*Required action*. Collect each line of the entries that holds the string "reset".

*Records to process*.
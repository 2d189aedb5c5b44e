//! One walk through a schedule with open axes carried along.
//!
//! **What a row says.** Let R be the row of a site with axis A, O any Kraus
//! operator of what happened since, for one choice of faults, decays and
//! outcomes. Carried means O·U_A(θ) = U_{±R}(θ)·O up to a phase, for every θ;
//! signed means that the sign is the same for every O. Then a rotation by b
//! about R here equals one by ±b about A there: the two merge. At the end of
//! the circuit a row still carried leaves a unitary that the trace does not
//! see, for each O by itself: the site goes, whatever the signs. A prepared state
//! with a row still carried may be turned about that axis at will; it is, if that
//! makes it cheaper, such as T|+⟩ back to |+⟩. (It might be dephased as well, and
//! would then always be a mixture of stabiliser states. That is left out: it
//! would only serve qubits that are read as they were made, one rotated qubit
//! read at once, where the cost is small and the sites are what is looked at.)
//!
//! **What happens to a row**, for O' ranging over the Kraus operators of the
//! next instruction:
//! - a Clifford gate G: GU_RG† = U_{GRG†};
//! - under a condition, nothing if R commutes with all quarter turns of G and its
//!   Pauli; if R anticommutes with the Pauli only, the sign is lost;
//! - a rotation, or the axes of a CCZ: nothing if R commutes with it, else R is
//!   given up;
//! - a Pauli: the sign is lost where R anticommutes with a word that may happen;
//! - a measurement of Z_q: its projectors commute with R unless R has X_q or Y_q;
//! - a reset, operators |0⟩⟨0| and |0⟩⟨1|: with Z_q in R = Z_q·R', the result is
//!   U_{R'} and U_{−R'}: the sign is lost and the letter with it. With X_q or Y_q
//!   R is given up. Under a condition R may have no letter there;
//! - damping, K0 = diag(1, √(1−γ)), K1 = √γ|0⟩⟨1|: K1·Z = −K1 and Z·K1 = K1, so
//!   R = Z_q·R' loses its sign, but Z_q alone passes: K1·U_Z is U_Z·K1 up to a
//!   phase;
//! - a prepared state takes up R with a letter on its qubit.
//!
//! **The same axis for the state.** If g·ρ = ρ for a certain stabiliser g (see
//! [`known`](super::known)), P = ±gR gives U_P·ρ = U_{±R}·ρ, so it is enough
//! that P is ±R up to certain stabilisers, and a rotation about a certain
//! stabiliser is a phase.
//!
//! **Conditions.** A site under a condition merges only with one under the same
//! bit at the same stage, assigned equally often: where the bit is 0 neither
//! happens.
//!
//! A site that merged or is a phase does nothing where it stood, so it takes up
//! no row.

use smallvec::smallvec;

use crate::circuit::{Pauli, PauliProduct};
use crate::magic::{Kind, Schedule, Site, SiteKind};
use crate::noise::{PauliChannel, PauliChoices};

use super::known::{Known, Relation};
use super::merged::{Fate, Incoming, align_state, turn_rotation, turn_state};
use super::rows::{MAX_ROWS, Mask, Rows};
use crate::program::turns::quarter_turns_of;

/// A bit that decides, and how often it has been assigned.
type Condition = Option<(u32, u32)>;

/// What an open row belongs to.
#[derive(Debug, Clone, Copy)]
struct Owner {
    site: u32,
    /// Which axis of a prepared state, 0 to 2; `None` for a rotation.
    axis: Option<usize>,
    condition: Condition,
}

/// What a walk found.
pub(super) struct Found {
    /// By site.
    pub fates: Vec<Fate>,
    /// Sites that are a phase, sites nobody can see, sites taken in.
    pub phases: usize,
    pub unobservable: usize,
    pub taken_in: usize,
    /// Whether anything is different from before.
    pub changed: bool,
}

struct Pass<'a> {
    sites: &'a [Site],
    known: Known,
    rows: Rows,
    owners: Vec<Option<Owner>>,
    /// How often each bit has been assigned.
    stages: Vec<u32>,
    found: Found,
}

/// Walks through a schedule on so many qubits.
pub(super) fn walk(schedule: &Schedule, qubits: usize) -> Found {
    let mut pass = Pass {
        sites: &schedule.sites,
        known: Known::new(qubits),
        rows: Rows::new(qubits),
        owners: vec![None; MAX_ROWS],
        stages: Vec::new(),
        found: Found {
            fates: vec![Fate::Kept; schedule.sites.len()],
            phases: 0,
            unobservable: 0,
            taken_in: 0,
            changed: false,
        },
    };
    for (index, instruction) in schedule.instructions.iter().enumerate() {
        let condition = instruction.condition.map(|bit| (bit, pass.stage(bit)));
        pass.instruction(index, &instruction.kind, condition);
    }
    pass.finish()
}

fn z(qubit: u32) -> PauliProduct {
    smallvec![(qubit, Pauli::Z)]
}

impl Pass<'_> {
    fn stage(&self, bit: u32) -> u32 {
        self.stages.get(bit as usize).copied().unwrap_or(0)
    }

    fn assign(&mut self, bit: u32) {
        let bit = bit as usize;
        if bit >= self.stages.len() {
            self.stages.resize(bit + 1, 0);
        }
        self.stages[bit] += 1;
    }

    fn instruction(&mut self, index: usize, kind: &Kind, condition: Condition) {
        match kind {
            Kind::Clifford(gate) if condition.is_none() => {
                self.rows.apply(gate);
                self.known.apply(gate);
            }
            Kind::Clifford(gate) => {
                let (turns, pauli) = quarter_turns_of(gate);
                for axis in &turns {
                    self.act_about(axis);
                }
                self.taint(self.rows.anticommuting(&pauli));
                self.known.keep_commuting(&pauli);
            }
            Kind::Gate { site, axes } => match &self.sites[*site as usize].kind {
                SiteKind::Ccz(_) => axes.iter().for_each(|axis| self.act_about(axis)),
                _ => self.rotation(index, *site, &axes[0], condition),
            },
            Kind::Prepare { site, qubit } => self.prepare(*site, *qubit),
            Kind::Measure { qubit, bit, .. } => {
                self.act_about(&z(*qubit));
                if let Some(bit) = bit {
                    self.assign(*bit);
                }
            }
            Kind::Reset { qubit } => self.reset(*qubit, condition),
            Kind::Assign { bit, .. } => self.assign(*bit),
            Kind::Pauli(channel) => self.pauli(channel),
            Kind::Damping { qubit, .. } => self.damping(*qubit),
        }
    }

    fn close(&mut self, rows: Mask) {
        self.taint(rows);
        self.rows.close(&rows);
    }

    fn taint(&mut self, rows: Mask) {
        for row in rows.and(self.rows.signed()).rows() {
            self.known.forget(row);
        }
        self.rows.taint(&rows);
    }

    /// Something that is a function of the axis, and may be anything of it.
    fn act_about(&mut self, axis: &PauliProduct) {
        self.close(self.rows.anticommuting(axis));
        self.known.keep_commuting(axis);
    }

    fn open(&mut self, axis: &PauliProduct, owner: Owner) {
        let before = *self.rows.signed();
        let row = self.rows.open(axis);
        // Opening may have given up others.
        for lost in before.without(self.rows.signed()).rows() {
            self.known.forget(lost);
        }
        self.known.follow(row, axis);
        self.owners[row] = Some(owner);
    }

    fn rotation(&mut self, index: usize, site: u32, axis: &PauliProduct, condition: Condition) {
        let SiteKind::Rotation(rotation) = &self.sites[site as usize].kind else {
            return;
        };
        let owners = &self.owners;
        let may = |row: usize| owners[row].is_some_and(|owner| owner.condition == condition);
        // What is left of a merged dephasing must fit into one channel.
        let fits = rotation.dephasing == 0.0 || axis.len() <= PauliChannel::MAX_QUBITS;
        match self.known.relation(axis, may) {
            Relation::Known => {
                self.found.fates[site as usize] = Fate::Gone;
                self.found.phases += 1;
                self.found.changed = true;
            }
            Relation::Row { row, negative } if fits && owners[row].is_some() => {
                let incoming = Incoming {
                    angle: rotation.angle,
                    dephasing: rotation.dephasing,
                    negative,
                    instruction: index,
                };
                self.take_in(row, incoming);
                self.found.fates[site as usize] = Fate::Gone;
                self.found.taken_in += 1;
                self.found.changed = true;
            }
            _ => {
                self.act_about(axis);
                let owner = Owner {
                    site,
                    axis: None,
                    condition,
                };
                self.open(axis, owner);
            }
        }
    }

    fn take_in(&mut self, row: usize, incoming: Incoming) {
        let Some(owner) = self.owners[row] else {
            return;
        };
        let site = &self.sites[owner.site as usize];
        let fate = &mut self.found.fates[owner.site as usize];
        match owner.axis {
            None => turn_rotation(fate, site, incoming),
            Some(axis) => turn_state(fate, site, axis, incoming),
        }
    }

    fn prepare(&mut self, site: u32, qubit: u32) {
        self.close(self.rows.on(qubit));
        self.known.forget_qubit(qubit);
        for (axis, letter) in [Pauli::X, Pauli::Y, Pauli::Z].into_iter().enumerate() {
            let owner = Owner {
                site,
                axis: Some(axis),
                condition: None,
            };
            self.open(&smallvec![(qubit, letter)], owner);
        }
    }

    fn reset(&mut self, qubit: u32, condition: Condition) {
        if condition.is_some() {
            self.close(self.rows.on(qubit));
            self.known.forget_qubit(qubit);
            return;
        }
        let (flipped, phased) = self.rows.letters(qubit);
        self.close(flipped);
        self.taint(phased);
        self.rows.erase(qubit);
        self.known.reset(qubit);
    }

    fn damping(&mut self, qubit: u32) {
        let (flipped, phased) = self.rows.letters(qubit);
        self.close(flipped);
        self.taint(self.rows.wide(&phased));
        // |0⟩ does not decay.
        if !self.known.is_zero(qubit) {
            self.known.forget_qubit(qubit);
        }
    }

    fn pauli(&mut self, channel: &PauliChannel) {
        let letter = |place: usize, x: u32, z: u32| {
            Pauli::from_parts(x >> place & 1 == 1, z >> place & 1 == 1)
        };
        let touched = channel
            .qubits
            .iter()
            .fold(Mask::EMPTY, |rows, &qubit| rows.or(&self.rows.on(qubit)));
        let rows = !touched.and(self.rows.signed()).is_empty();
        let known = !self.known.is_empty()
            && channel.qubits.iter().any(|&qubit| {
                let [x, z] = [Pauli::X, Pauli::Z].map(|letter| smallvec![(qubit, letter)]);
                !self.known.commutes(&x) || !self.known.commutes(&z)
            });
        if !rows && !known {
            return;
        }
        match &channel.choices {
            PauliChoices::Uniform(_) => {
                self.taint(touched);
                for &qubit in &channel.qubits {
                    self.known.forget_qubit(qubit);
                }
            }
            PauliChoices::Listed(words) => {
                let mut flipped = Mask::EMPTY;
                for (word, _) in words {
                    let letters: PauliProduct = channel
                        .qubits
                        .iter()
                        .enumerate()
                        .map(|(place, &qubit)| (qubit, letter(place, word.x, word.z)))
                        .filter(|&(_, letter)| letter != Pauli::I)
                        .collect();
                    if rows {
                        flipped = flipped.or(&self.rows.anticommuting(&letters));
                    }
                    if known {
                        self.known.keep_commuting(&letters);
                    }
                }
                self.taint(flipped);
            }
        }
    }

    /// Sites nobody can see.
    fn finish(mut self) -> Found {
        for row in self.rows.carried().rows() {
            let Some(owner) = self.owners[row] else {
                continue;
            };
            let index = owner.site as usize;
            let fate = &mut self.found.fates[index];
            match owner.axis {
                None => {
                    *fate = Fate::Gone;
                    self.found.unobservable += 1;
                    self.found.changed = true;
                }
                Some(axis) => {
                    if align_state(fate, &self.sites[index], axis) {
                        self.found.unobservable += 1;
                        self.found.changed = true;
                    }
                }
            }
        }
        self.found
    }
}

*Exercise answer*.
//! - a reset, operators |0⟩⟨0| and |0⟩⟨1|: with Z_q in R = Z_q·R', the result is
            Kind::Reset { qubit } => self.reset(*qubit, condition),
    fn reset(&mut self, qubit: u32, condition: Condition) {
        self.known.reset(qubit);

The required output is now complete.